For the listing below, print exactly the lines from the line with "const auto& roles" to the line with "roles, or left", both included, and nothing beyond them.

--- START ---

// The channel's own section: required for its channel, rejected for others.
void parse_channel_settings(const Section& s, Plan& p, const Scenario& sc, const std::string& where) {
    struct Own { const char* key; Channel channel; };
    for (Own own : {Own{"chart", Channel::chart_interruption}, Own{"handoff", Channel::handoff_list},
                    Own{"review", Channel::ranked_review}}) {
        if (own.channel == p.channel && !s.has(own.key))
            s.fail("channel", "a " + std::string(to_string(own.channel)) + " plan needs a '" + own.key +
                                  "' section (see plans[]." + own.key + ")");
        if (own.channel != p.channel && s.has(own.key))
            s.fail(own.key, "a '" + std::string(own.key) + "' section applies only to channel " +
                                std::string(to_string(own.channel)) + ", not " + std::string(to_string(p.channel)));
    }
    if (p.channel == Channel::chart_interruption) {
        Section c(s.child("chart"), "plans[].chart", s.file(), where + ".chart");
        if (!sc.chart_openings)
            s.fail("channel", "a chart_interruption plan needs the top-level chart_openings section (when charts are opened)");
        p.chart.interruption_minutes = c.real("interruption_minutes", 0);
        p.chart.acceptance_probability = c.real("acceptance_probability", 1);
        if (s.has("role")) {
            const auto& roles = sc.chart_openings->roles;
            std::size_t r = 0;
            while (r < roles.size() && roles[r].name != p.role) ++r;
            if (r == roles.size())
                s.fail("role", "a chart interruption goes to whoever opens the chart: role must be one of the "
                               "chart_openings roles, or left out for every role");
            p.chart.role = static_cast<std::uint8_t>(r);
        }
    } else if (p.channel == Channel::handoff_list) {
        Section h(s.child("handoff"), "plans[].handoff", s.file(), where + ".handoff");
        p.handoff.times_minutes = clock_list(h, "times");
        p.handoff.minutes_per_flag = h.real("minutes_per_flag", 0);
        p.handoff.follow_up_probability = h.real("follow_up_probability", 1);
    } else if (p.channel == Channel::ranked_review) {
        Section r(s.child("review"), "plans[].review", s.file(), where + ".review");
        p.review.times_minutes = clock_list(r, "times");
        p.review.top_n = static_cast<int>(r.integer("top_n", 10));
        const std::string scope = r.text("scope", "unit");
        if (scope == "unit") p.review.scope = ReviewScope::unit;
        else if (scope == "hospital") p.review.scope = ReviewScope::hospital;
        else r.fail("scope", "unknown scope '" + scope + "' (expected: unit or hospital)");
        if (auto h = r.optional_real("skip_reviewed_hours")) p.rule.snooze = static_cast<Seconds>(std::llround(*h * 3600));
        p.review.minutes_per_review = r.real("minutes_per_review", 0);
        const bool by_max = r.has("max_reviews_per_round");
        const bool by_team = r.has("team_size") || r.has("team_minutes_per_round");
        if (by_max && by_team)
            r.fail("max_reviews_per_round", "give the team's capacity either as max_reviews_per_round or as team_size "
                                            "with team_minutes_per_round, not both");
        if (by_max) p.review.max_reviews_per_round = static_cast<int>(*r.optional_integer("max_reviews_per_round"));
        if (by_team) {
            if (!r.has("team_size") || !r.has("team_minutes_per_round"))
                r.fail(r.has("team_size") ? "team_size" : "team_minutes_per_round",
                       "team capacity needs both team_size and team_minutes_per_round");
            if (!(p.review.minutes_per_review > 0))
                r.fail("minutes_per_review", "a capacity in team minutes needs minutes_per_review above 0");
            const double reviews = static_cast<double>(*r.optional_integer("team_size")) *
                                   *r.optional_real("team_minutes_per_round") / p.review.minutes_per_review;
            p.review.max_reviews_per_round = static_cast<int>(std::floor(reviews + 1e-9));
        }
    }
}

}  // namespace
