BootstrapConfig parse_bootstrap(const Section& s) {
    BootstrapConfig b;
    b.block_days = static_cast<int>(s.integer("block_days", 1));
    const std::string scheme = s.text("scheme", "stationary");
    if (scheme == "stationary") b.scheme = BlockScheme::stationary;
    else if (scheme == "moving_block") b.scheme = BlockScheme::moving_block;
    else s.fail("scheme", "unknown scheme '" + scheme + "' (expected: stationary or moving_block)");
    b.mean_run_blocks = s.real("mean_run_blocks", 7);
    b.same_weekday = s.flag("same_weekday", true);
    return b;
}

ShiftStress parse_shift(const Section& s, const Scenario& sc) {
    ShiftStress x;
    x.from = timestamp(s, "from", sc.simulation.zone);
    x.units = s.text_list("units");
    x.outcome_rate_multiplier = s.real("outcome_rate_multiplier", 1);
    x.scale = sc.population.source == PopulationSource::generate ? sc.population.generator.scores.scale : score_scale(s, "scale", ScoreScale::points);
    if (sc.population.source == PopulationSource::generate && s.has("scale") && score_scale(s, "scale", x.scale) != x.scale)
        s.fail("scale", "differs from population.generate.scores.scale; leave it out for generated populations");
    x.score_scale = s.real("score_scale", 1);
    x.score_offset = s.real("score_offset", 0);
    x.cadence_minutes = s.real("cadence_minutes", 0);
    x.outage_hours = s.real("outage_hours", 0);
    x.outage_start = s.has("outage_start") ? timestamp(s, "outage_start", sc.simulation.zone) : x.from;
    if (x.outage_start < x.from) s.fail("outage_start", "must not be before `from` (patients before the shift stay unchanged)");
    std::size_t i = 0;
    for (const auto& node : s.child("census")) {
        Section c(node, "population.shift.census[]", s.file(), "population.shift.census[" + std::to_string(i++) + "]");
        const std::string unit = c.text("unit");
        if (x.census_multiplier.count(unit)) c.fail("unit", "unit '" + unit + "' is listed twice");
        x.census_multiplier[unit] = c.real("multiplier", 1);
    }
    if (sc.population.source == PopulationSource::generate) {
        std::vector<std::string> known;
        for (const UnitConfig& u : sc.population.generator.units) known.push_back(u.name);
        auto check_unit = [&](const std::string& name, std::string_view key) {
            if (std::find(known.begin(), known.end(), name) == known.end()) {
                std::string list;
                for (const std::string& k : known) list += (list.empty() ? "" : ", ") + k;
                s.fail(key, "unknown unit '" + name + "' (units: " + list + ")");
            }
        };
        for (const std::string& u : x.units) check_unit(u, "units");
        for (const auto& [u, m] : x.census_multiplier) check_unit(u, "census");
    }
    return x;
}

}  // namespace
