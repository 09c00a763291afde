#include "sim/simulate.hpp"

#include <algorithm>
#include <atomic>
#include <thread>

namespace tocsin {

ShiftCalendar calendar_for(const Scenario& scenario, const Population& population) {
    Instant from = population.period_start, to = population.period_end;
    for (const Encounter& e : population.encounters) {
        from = std::min(from, e.admitted);
        to = std::max(to, e.discharged);
    }
    if (scenario.period_start) from = std::min(from, *scenario.period_start);
    if (scenario.period_end) to = std::max(to, *scenario.period_end);
    return ShiftCalendar(scenario.shifts, scenario.zone, from, to + 1);
}

ReplicationRecord simulate_replication(const Scenario& scenario, const Population& population,
                                       const ShiftCalendar& calendar, std::uint64_t replication, unsigned threads) {
    const std::size_t n_plans = scenario.plans.size();
    const std::size_t n_enc = population.encounters.size();
    threads = std::max(1u, std::min<unsigned>(threads, static_cast<unsigned>(std::max<std::size_t>(1, n_enc / 1024))));
    // blocks[b][plan]: notices of encounters in block b, in encounter order.
    std::vector<std::vector<std::vector<Notice>>> blocks(threads, std::vector<std::vector<Notice>>(n_plans));
    const RuleClock clock{&scenario.zone, &calendar};
    auto work = [&](unsigned b) {
        const std::size_t first = n_enc * b / threads, last = n_enc * (b + 1) / threads;
        for (std::size_t e = first; e < last; ++e) {
            const auto scores = population.scores_of(e);
            if (scores.empty()) continue;
            const auto enc = static_cast<std::uint32_t>(e);
            const std::uint32_t unit = population.encounters[e].unit;
            // All plans for one encounter while its scores are in cache.
            for (std::size_t p = 0; p < n_plans; ++p)
                fire_page_rule(scenario.plans[p].rule, clock, scores, enc, unit, static_cast<std::uint32_t>(p),
                               scenario.plans[p].channel, blocks[b][p]);
        }
    };
    if (threads == 1) {
        work(0);
    } else {
        std::vector<std::thread> pool;
        for (unsigned b = 0; b < threads; ++b) pool.emplace_back(work, b);
        for (auto& t : pool) t.join();
    }
    ReplicationRecord record;
    record.replication = replication;
    record.plans.resize(n_plans);
    for (std::size_t p = 0; p < n_plans; ++p) {
        auto& out = record.plans[p].notices;
        std::size_t total = 0;
        for (unsigned b = 0; b < threads; ++b) total += blocks[b][p].size();
        out.reserve(total);
        for (unsigned b = 0; b < threads; ++b) {
            out.insert(out.end(), blocks[b][p].begin(), blocks[b][p].end());
            std::vector<Notice>().swap(blocks[b][p]);
        }
        std::stable_sort(out.begin(), out.end(), [](const Notice& a, const Notice& b) { return a.at < b.at; });
    }
    if (scenario.has_staff()) {
        // Each plan has a staff of its own: plans are alternatives, not rivals for the same nurses.
        // Plans are independent here, so they can run side by side with identical results.
        const StaffModel model = staff_model(scenario, static_cast<std::uint32_t>(population.units.size()));
        // Busiest plans first, each taken by the next free worker.
        std::vector<std::size_t> order(n_plans);
        for (std::size_t p = 0; p < n_plans; ++p) order[p] = p;
        std::stable_sort(order.begin(), order.end(), [&](std::size_t a, std::size_t b) {
            return record.plans[a].notices.size() > record.plans[b].notices.size();
        });
        std::atomic<std::size_t> next{0};
        auto staff_plans = [&] {
            for (std::size_t k = next++; k < n_plans; k = next++) {
                const std::size_t p = order[k];
                RandomEngine minutes = make_stream(scenario.seed, replication, StreamPurpose::task_minutes, p);
                record.plans[p].staff = simulate_staff(record.plans[p].notices, model, scenario.plans[p].staffing,
                                                       calendar, calendar.shifts().back().end, minutes);
            }
        };
        const std::size_t workers = std::min<std::size_t>(std::max(1u, threads), n_plans);
        std::vector<std::thread> pool;
        for (std::size_t w = 1; w < workers; ++w) pool.emplace_back(staff_plans);
        staff_plans();
        for (auto& t : pool) t.join();
    }
    return record;
}

}  // namespace tocsin
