#pragma once
// A notice: one firing of a plan's rule for one encounter, delivered through
// the plan's channel. Every notice is recorded.
#include <cstdint>
#include <string_view>

#include "models/time.hpp"

namespace tocsin {

enum class Channel : std::uint8_t { page, chart_interruption, handoff_list, ranked_review, score_lookup };
// looked_up: a look-up (channel score_lookup) at which the rule did not call
// for action; every other reason is a firing.
enum class NoticeReason : std::uint8_t { first, repeat, rise, looked_up };

std::string_view to_string(Channel channel);
std::string_view to_string(NoticeReason reason);

struct Notice {
    Instant at = 0;               // when it was delivered
    double score = 0.0;           // the score that made it fire
    std::uint32_t encounter = 0;  // index into Population::encounters
    std::uint32_t unit = 0;
    std::uint32_t plan = 0;       // index into the scenario's plans
    NoticeReason reason = NoticeReason::first;
    Channel channel = Channel::page;
    // Whether the notice asks for a bedside evaluation task (the staff model's
    // input, and the only notices that can catch a case). A page always asks;
    // a chart interruption asks when accepted, a handoff flag when followed
    // up; a ranked review is itself the evaluation; a look-up asks when the
    // rule fires at it (the score at or above the threshold).
    bool asks_evaluation = true;
    // For a chart interruption or a look-up: the opener's role, an index into the
    // scenario's chart-opening roles; 0 for other channels.
    std::uint8_t opener_role = 0;
    // The uniform draw that decided asks_evaluation: a chart interruption's
    // acceptance draw, a page's response draw when its plan declares fatigue
    // (sim/fatigue.hpp); 0 otherwise.
    double response_draw = 0.0;
};

// Where a notice comes from and whom it is about: one plan's channel, one
// encounter on its unit.
struct NoticeOrigin {
    std::uint32_t encounter = 0;
    std::uint32_t unit = 0;
    std::uint32_t plan = 0;
    Channel channel = Channel::page;
};

// The one way the simulation builds a notice: the rule of `origin` fired at
// `at` on `score` for `reason`. asks_evaluation and opener_role as in Notice.
inline Notice make_notice(const NoticeOrigin& origin, Instant at, double score, NoticeReason reason,
                          bool asks_evaluation = true, std::uint8_t opener_role = 0) {
    Notice n;
    n.at = at;
    n.score = score;
    n.encounter = origin.encounter;
    n.unit = origin.unit;
    n.plan = origin.plan;
    n.reason = reason;
    n.channel = origin.channel;
    n.asks_evaluation = asks_evaluation;
    n.opener_role = opener_role;
    return n;
}

}  // namespace tocsin
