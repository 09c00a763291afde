#include "sim/notice.hpp"

namespace tocsin {

std::string_view to_string(Channel channel) {
    switch (channel) {
        case Channel::page: return "page";
        case Channel::chart_interruption: return "chart_interruption";
        case Channel::handoff_list: return "handoff_list";
        case Channel::ranked_review: return "ranked_review";
        case Channel::score_lookup: return "score_lookup";
    }
    return "?";
}

std::string_view to_string(NoticeReason reason) {
    switch (reason) {
        case NoticeReason::first: return "first";
        case NoticeReason::repeat: return "repeat";
        case NoticeReason::rise: return "rise";
        case NoticeReason::looked_up: return "looked_up";
    }
    return "?";
}

}  // namespace tocsin
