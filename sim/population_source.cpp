#include "sim/population_source.hpp"

#include <memory>

#include "models/replay.hpp"

namespace tocsin {

PopulationFactory population_factory(const Scenario& scenario) {
    auto replayed = std::make_shared<const Population>(load_replay(scenario.replay, scenario.zone));
    return [replayed](std::uint64_t) { return *replayed; };
}

}  // namespace tocsin
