#pragma once
// The population of each replication, as the scenario declares it: the
// replayed log (or its bootstrap resamples), or a generated population, then
// the stress-test shift when one is declared. Every replication is a pure
// function of (scenario, seed, replication index).
#include <cstdint>
#include <optional>
#include <string>

#include "models/generator.hpp"
#include "models/population.hpp"
#include "sim/experiment.hpp"
#include "sim/scenario.hpp"

namespace tocsin {

// What is worth doing once per scenario rather than once per replication:
// reading the log, or calibrating the generator to a target AUC.
struct PreparedPopulation {
    std::optional<Population> log;              // replay
    GeneratorConfig generator;                  // generate, after calibration
    std::optional<AucCalibration> calibration;  // generate with target_auc
};

// Throws InputError (naming the scenario key) on bad input, when a target AUC
// is out of reach, or when a shift names a unit the log does not have.
PreparedPopulation prepare_population(const Scenario& scenario);

// Replication 0 of a replayed scenario is the log as replayed.
Population population_for(const Scenario& scenario, const PreparedPopulation& prepared, std::uint64_t replication);

// A line or two on where the population comes from (calibration result), for `check` and `run`.
std::string describe_prepared(const Scenario& scenario, const PreparedPopulation& prepared);

// A factory that makes the population of any replication (safe to call from
// several threads at once). The first form prepares the population itself.
PopulationFactory population_factory(const Scenario& scenario);
PopulationFactory population_factory(const Scenario& scenario, const PreparedPopulation& prepared);

}  // namespace tocsin
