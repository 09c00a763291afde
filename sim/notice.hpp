#pragma once
// A notice: one firing of a plan's rule for one encounter, delivered through
// the plan's channel. Every notice is recorded.
#include <cstdint>
#include <string_view>

#include "models/time.hpp"

namespace tocsin {

enum class Channel : std::uint8_t { page, chart_interruption, handoff_list, ranked_review };
enum class NoticeReason : std::uint8_t { first, repeat, rise };

std::string_view to_string(Channel channel);
std::string_view to_string(NoticeReason reason);

struct Notice {
    Instant at = 0;               // when it was delivered
    double score = 0.0;           // the score that made it fire
    std::uint32_t encounter = 0;  // index into Population::encounters
    std::uint32_t unit = 0;
    std::uint32_t plan = 0;       // index into the scenario's plans
    NoticeReason reason = NoticeReason::first;
    Channel channel = Channel::page;
    // Whether the notice asks for a bedside evaluation task (the staff model's
    // input, and the only notices that can catch a case). A page always asks;
    // a chart interruption asks when accepted, a handoff flag when followed
    // up; a ranked review is itself the evaluation.
    bool asks_evaluation = true;
    // For a chart interruption: the opener's role, an index into the
    // scenario's chart-opening roles; 0 for other channels.
    std::uint8_t opener_role = 0;
};

}  // namespace tocsin
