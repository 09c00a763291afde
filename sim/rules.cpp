#include "sim/rules.hpp"

namespace tocsin {

bool in_quiet_hours(const Rule& rule, const TimeZone& zone, Instant at) {
    if (!rule.quiet_start_minute || !rule.quiet_end_minute) return false;
    const Instant local = zone.to_local_seconds(at);
    const int minute = static_cast<int>(((local % 86400) + 86400) % 86400 / 60);
    const int start = *rule.quiet_start_minute, end = *rule.quiet_end_minute;
    if (start <= end) return minute >= start && minute < end;
    return minute >= start || minute < end;
}

void RuleState::see(const Score& s) {
    seen_ = true;
    latest_ = s.value;
    run_ = s.value >= rule_->threshold ? run_ + 1 : 0;
    if (rule_->rearm_below && s.value < *rule_->rearm_below) armed_ = true;
}

std::optional<NoticeReason> RuleState::would_fire(Instant at) const {
    if (!seen_ || run_ < rule_->persistence) return std::nullopt;
    NoticeReason reason;
    if (!fired_before_) {
        reason = NoticeReason::first;
    } else if (armed_ && (!rule_->snooze || at >= last_fire_ + *rule_->snooze)) {
        reason = NoticeReason::repeat;
    } else if (rule_->rise && latest_ >= reference_ + *rule_->rise) {
        reason = NoticeReason::rise;  // only when the rise is what lets it fire
    } else {
        return std::nullopt;
    }
    if (clock_.zone && in_quiet_hours(*rule_, *clock_.zone, at)) return std::nullopt;
    if (rule_->max_per_shift && clock_.shifts->index_of(at) == cap_shift_ &&
        fired_in_cap_shift_ >= *rule_->max_per_shift)
        return std::nullopt;
    return reason;
}

void RuleState::fired(Instant at, NoticeReason) {
    if (rule_->max_per_shift) {
        const std::size_t shift = clock_.shifts->index_of(at);
        if (shift != cap_shift_) {
            cap_shift_ = shift;
            fired_in_cap_shift_ = 0;
        }
        ++fired_in_cap_shift_;
    }
    fired_before_ = true;
    last_fire_ = at;
    reference_ = latest_;
    armed_ = !rule_->rearm_below.has_value();
}

void fire_page_rule(const Rule& rule, const RuleClock& clock, std::span<const Score> scores,
                    std::uint32_t encounter, std::uint32_t unit, std::uint32_t plan, Channel channel,
                    std::vector<Notice>& out) {
    RuleState state(rule, clock);
    const NoticeOrigin origin{encounter, unit, plan, channel};
    for (const Score& s : scores) {
        state.see(s);
        if (auto reason = state.fire_if_due(s.available_at))
            out.push_back(make_notice(origin, s.available_at, s.value, *reason));
    }
}

}  // namespace tocsin
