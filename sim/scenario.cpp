#include "sim/scenario.hpp"

#include <algorithm>
#include <cmath>
#include <filesystem>
#include <fstream>
#include <numeric>
#include <set>
#include <sstream>

#include "models/errors.hpp"
#include "sim/scenario_keys.hpp"

namespace tocsin {

namespace {

Seconds seconds_from_minutes(double m) { return static_cast<Seconds>(std::llround(m * 60.0)); }

std::string resolve(const std::string& directory, const std::string& path) {
    std::filesystem::path p(path);
    if (p.is_absolute() || directory.empty()) return path;
    return (std::filesystem::path(directory) / p).lexically_normal().string();
}

Rule parse_rule(const Section& s) {
    Rule r;
    r.threshold = *s.optional_real("threshold");
    r.persistence = static_cast<int>(s.integer("persistence", 1));
    if (auto v = s.optional_real("snooze_minutes")) r.snooze = seconds_from_minutes(*v);
    r.rise = s.optional_real("rise");
    r.rearm_below = s.optional_real("rearm_below");
    if (r.rearm_below && *r.rearm_below > r.threshold)
        s.fail("rearm_below", "re-arm level must be at or below the threshold (" + std::to_string(r.threshold) +
                                  "), or the rule could never be silent between firings");
    if (auto v = s.optional_integer("max_per_shift")) r.max_per_shift = static_cast<int>(*v);
    r.quiet_start_minute = s.clock("quiet_from");
    r.quiet_end_minute = s.clock("quiet_until");
    if (r.quiet_start_minute.has_value() != r.quiet_end_minute.has_value())
        s.fail(r.quiet_start_minute ? "quiet_from" : "quiet_until", "quiet hours need both quiet_from and quiet_until");
    if (r.quiet_start_minute && *r.quiet_start_minute == *r.quiet_end_minute)
        s.fail("quiet_until", "quiet_from and quiet_until are equal; leave both out for no quiet hours");
    return r;
}

Channel parse_channel(const Section& s) {
    const std::string c = s.text("channel", "page");
    if (c == "page") return Channel::page;
    s.fail("channel", "unknown channel '" + c + "' (expected: page)");
}

}  // namespace

Scenario parse_scenario(const std::string& yaml_text, const std::string& file, const std::string& directory) {
    YAML::Node root;
    try {
        root = YAML::Load(yaml_text);
    } catch (const YAML::Exception& e) {
        throw InputError(file, e.mark.line + 1, e.mark.column + 1, "", "not valid YAML: " + e.msg);
    }
    if (!root || root.IsNull()) throw InputError(file, 1, 1, "", "the scenario file is empty");
    Section top(root, "top level", file, "scenario");
    Scenario sc;
    sc.file = file;
    sc.directory = directory;
    if (top.integer("scenario_schema", 0) != scenario_schema_version)
        top.fail("scenario_schema", "unsupported schema version");
    sc.name = top.text("name");
    sc.description = top.text("description");
    sc.time_zone_name = top.text("time_zone");
    try {
        sc.zone = TimeZone::load(sc.time_zone_name);
    } catch (const std::runtime_error& e) {
        top.fail("time_zone", e.what());
    }
    sc.seed = static_cast<std::uint64_t>(top.integer("seed", 1));
    sc.score_label = top.text("score_label", "score");

    // Shifts, sorted by start time.
    {
        YAML::Node list = top.child("shifts");
        struct Item { int start; std::string name; bool night; YAML::Node node; };
        std::vector<Item> items;
        std::size_t i = 0;
        for (const auto& node : list) {
            Section s(node, "shifts[]", file, "shifts[" + std::to_string(i++) + "]");
            items.push_back({*s.clock("starts"), s.text("name"), s.flag("night", false), node});
        }
        if (items.empty()) top.fail("shifts", "at least one shift is needed");
        std::sort(items.begin(), items.end(), [](const Item& a, const Item& b) { return a.start < b.start; });
        for (std::size_t k = 0; k < items.size(); ++k) {
            if (k && items[k].start == items[k - 1].start)
                throw yaml_error(file, items[k].node, "shifts.starts", "two shifts start at the same time");
            for (std::size_t j = 0; j < k; ++j)
                if (items[j].name == items[k].name)
                    throw yaml_error(file, items[k].node, "shifts.name", "two shifts are named '" + items[k].name + "'");
            sc.shifts.start_minutes.push_back(items[k].start);
            sc.shifts.names.push_back(items[k].name);
            sc.shifts.is_night.push_back(items[k].night);
        }
    }
    {
        Section s(top.child("outcome"), "outcome", file, "outcome");
        sc.window = static_cast<Seconds>(std::llround(s.real("window_hours", 24) * 3600));
        sc.min_lead = seconds_from_minutes(s.real("min_lead_minutes", 0));
        if (sc.min_lead >= sc.window)
            s.fail("min_lead_minutes", "minimum lead must be shorter than the window, or nothing could be caught");
    }
    {
        Section pop(top.child("population"), "population", file, "population");
        Section s(pop.child("replay"), "population.replay", file, "population.replay");
        sc.replay.encounters_path = resolve(directory, s.text("encounters"));
        sc.replay.scores_path = resolve(directory, s.text("scores"));
        sc.replay.latency_when_missing = seconds_from_minutes(s.real("latency_minutes", 0));
    }
    if (top.has("reporting")) {
        Section s(top.child("reporting"), "reporting", file, "reporting");
        auto stamp = [&](std::string_view key) -> std::optional<Instant> {
            if (!s.has(key)) return std::nullopt;
            auto t = parse_timestamp(s.text(key), sc.zone);
            if (!t) s.fail(key, "expected a timestamp such as 2026-03-01T07:00:00 (local) or 2026-03-01T06:00:00Z");
            return t;
        };
        sc.period_start = stamp("from");
        sc.period_end = stamp("until");
        if (sc.period_start && sc.period_end && *sc.period_end <= *sc.period_start)
            s.fail("until", "the reporting period ends before it starts");
    }
    {
        YAML::Node list = top.child("plans");
        std::set<std::string> names;
        std::size_t i = 0;
        for (const auto& node : list) {
            Section s(node, "plans[]", file, "plans[" + std::to_string(i++) + "]");
            Plan p;
            p.name = s.text("name");
            if (p.name.empty()) s.fail("name", "plan name is empty");
            if (!names.insert(p.name).second) s.fail("name", "two plans are named '" + p.name + "'");
            p.description = s.text("description");
            p.channel = parse_channel(s);
            p.role = s.text("role", "responder");
            p.rule = parse_rule(Section(s.child("rule"), "plans[].rule", file, "plans[" + std::to_string(i - 1) + "].rule"));
            sc.plans.push_back(std::move(p));
        }
        if (sc.plans.empty()) top.fail("plans", "at least one plan is needed");
    }
    return sc;
}

Scenario load_scenario(const std::string& path) {
    std::ifstream in(path);
    if (!in) throw InputError(path, 0, 0, "", "cannot open scenario file");
    std::stringstream text;
    text << in.rdbuf();
    const std::string dir = std::filesystem::path(path).parent_path().string();
    return parse_scenario(text.str(), path, dir);
}

namespace {
std::string num(double v) {
    std::ostringstream o;
    o << v;
    return o.str();
}
std::string duration_words(Seconds s) {
    if (s % 3600 == 0) return num(static_cast<double>(s) / 3600) + " h";
    return num(static_cast<double>(s) / 60) + " min";
}
}  // namespace

std::string describe_rule(const Rule& r, const std::string& label) {
    std::string out = label + " >= " + num(r.threshold);
    if (r.persistence > 1) out += " on " + std::to_string(r.persistence) + " scores in a row";
    if (r.snooze) out += "; snooze " + duration_words(*r.snooze);
    if (r.rise) out += "; a rise of " + num(*r.rise) + " fires through snooze";
    if (r.rearm_below) out += "; re-arms below " + num(*r.rearm_below);
    if (r.max_per_shift) out += "; at most " + std::to_string(*r.max_per_shift) + " per patient per shift";
    if (r.quiet_start_minute)
        out += "; quiet " + format_clock_minutes(*r.quiet_start_minute) + "-" + format_clock_minutes(*r.quiet_end_minute);
    return out;
}

std::string describe_scenario(const Scenario& sc) {
    std::ostringstream o;
    o << "Scenario: " << sc.name << "\n";
    if (!sc.description.empty()) o << "  " << sc.description << "\n";
    o << "Time zone: " << sc.time_zone_name << "; seed " << sc.seed << "\n";
    o << "Shifts:";
    for (std::size_t i = 0; i < sc.shifts.names.size(); ++i)
        o << " " << sc.shifts.names[i] << " from " << format_clock_minutes(sc.shifts.start_minutes[i])
          << (sc.shifts.is_night[i] ? " (night)" : "") << (i + 1 < sc.shifts.names.size() ? "," : "");
    o << "\n";
    o << "Catch: an action starting between " << duration_words(sc.window) << " and " << duration_words(sc.min_lead)
      << " before time zero\n";
    o << "Population: replay of " << sc.replay.encounters_path << " and " << sc.replay.scores_path;
    if (sc.replay.latency_when_missing) o << " (latency " << duration_words(sc.replay.latency_when_missing) << " when available_at is empty)";
    o << "\nPlans (" << sc.plans.size() << "):\n";
    for (const Plan& p : sc.plans) {
        o << "  - " << p.name << ": " << to_string(p.channel) << " to " << p.role << " when "
          << describe_rule(p.rule, sc.score_label) << "\n";
        if (!p.description.empty()) o << "      " << p.description << "\n";
    }
    return o.str();
}

}  // namespace tocsin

--- END ---

» **Solution**:
            const auto& roles = sc.chart_openings->roles;
            std::size_t r = 0;
            while (r < roles.size() && roles[r].name != p.role) ++r;
            if (r == roles.size())
                s.fail("role", "a chart interruption goes to whoever opens the chart: role must be one of the "
                               "chart_openings roles, or left out for every role");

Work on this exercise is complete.